- [Work task] Show all lines from the listing below that contain "maxEvents".

↓↓↓

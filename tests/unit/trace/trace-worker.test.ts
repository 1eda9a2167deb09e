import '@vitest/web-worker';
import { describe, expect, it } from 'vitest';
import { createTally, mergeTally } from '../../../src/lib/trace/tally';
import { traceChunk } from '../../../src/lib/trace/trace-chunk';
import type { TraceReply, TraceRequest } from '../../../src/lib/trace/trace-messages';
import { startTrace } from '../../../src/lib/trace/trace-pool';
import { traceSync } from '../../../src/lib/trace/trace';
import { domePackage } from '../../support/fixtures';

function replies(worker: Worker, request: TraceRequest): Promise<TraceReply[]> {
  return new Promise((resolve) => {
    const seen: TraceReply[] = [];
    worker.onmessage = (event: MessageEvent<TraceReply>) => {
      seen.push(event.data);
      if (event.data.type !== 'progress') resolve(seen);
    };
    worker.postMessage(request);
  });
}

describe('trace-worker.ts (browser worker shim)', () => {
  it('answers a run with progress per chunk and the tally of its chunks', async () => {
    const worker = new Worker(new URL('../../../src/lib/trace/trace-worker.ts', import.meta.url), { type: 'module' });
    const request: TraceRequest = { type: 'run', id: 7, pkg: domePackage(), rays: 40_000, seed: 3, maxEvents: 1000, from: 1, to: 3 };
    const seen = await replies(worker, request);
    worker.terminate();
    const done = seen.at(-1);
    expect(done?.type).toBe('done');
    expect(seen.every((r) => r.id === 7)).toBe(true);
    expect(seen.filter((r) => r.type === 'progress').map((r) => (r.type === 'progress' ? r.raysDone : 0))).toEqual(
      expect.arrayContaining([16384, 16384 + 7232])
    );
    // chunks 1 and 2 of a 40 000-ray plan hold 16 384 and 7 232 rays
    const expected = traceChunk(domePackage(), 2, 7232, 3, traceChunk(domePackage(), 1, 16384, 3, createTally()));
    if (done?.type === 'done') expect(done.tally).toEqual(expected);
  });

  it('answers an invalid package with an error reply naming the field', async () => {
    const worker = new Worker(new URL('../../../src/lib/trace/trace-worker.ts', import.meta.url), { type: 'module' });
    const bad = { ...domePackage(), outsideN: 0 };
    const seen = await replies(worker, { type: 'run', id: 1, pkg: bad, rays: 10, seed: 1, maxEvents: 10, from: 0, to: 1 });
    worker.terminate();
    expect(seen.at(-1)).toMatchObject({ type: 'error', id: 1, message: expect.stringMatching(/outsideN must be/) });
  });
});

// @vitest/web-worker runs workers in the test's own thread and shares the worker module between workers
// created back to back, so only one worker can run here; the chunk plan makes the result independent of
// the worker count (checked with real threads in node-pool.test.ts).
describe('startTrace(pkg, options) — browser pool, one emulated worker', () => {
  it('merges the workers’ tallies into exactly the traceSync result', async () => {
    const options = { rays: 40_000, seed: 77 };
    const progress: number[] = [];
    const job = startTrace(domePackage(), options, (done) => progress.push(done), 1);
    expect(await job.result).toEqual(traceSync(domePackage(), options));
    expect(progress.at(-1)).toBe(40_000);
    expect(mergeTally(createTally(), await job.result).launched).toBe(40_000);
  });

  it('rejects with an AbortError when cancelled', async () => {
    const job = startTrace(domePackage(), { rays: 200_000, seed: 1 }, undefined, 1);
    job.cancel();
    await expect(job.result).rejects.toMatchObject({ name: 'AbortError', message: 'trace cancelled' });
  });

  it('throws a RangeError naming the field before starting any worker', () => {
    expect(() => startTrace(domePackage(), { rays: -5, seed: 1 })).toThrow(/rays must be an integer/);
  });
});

↑↑↑

- [Answer to this task]
    const request: TraceRequest = { type: 'run', id: 7, pkg: domePackage(), rays: 40_000, seed: 3, maxEvents: 1000, from: 1, to: 3 };
    const seen = await replies(worker, { type: 'run', id: 1, pkg: bad, rays: 10, seed: 1, maxEvents: 10, from: 0, to: 1 });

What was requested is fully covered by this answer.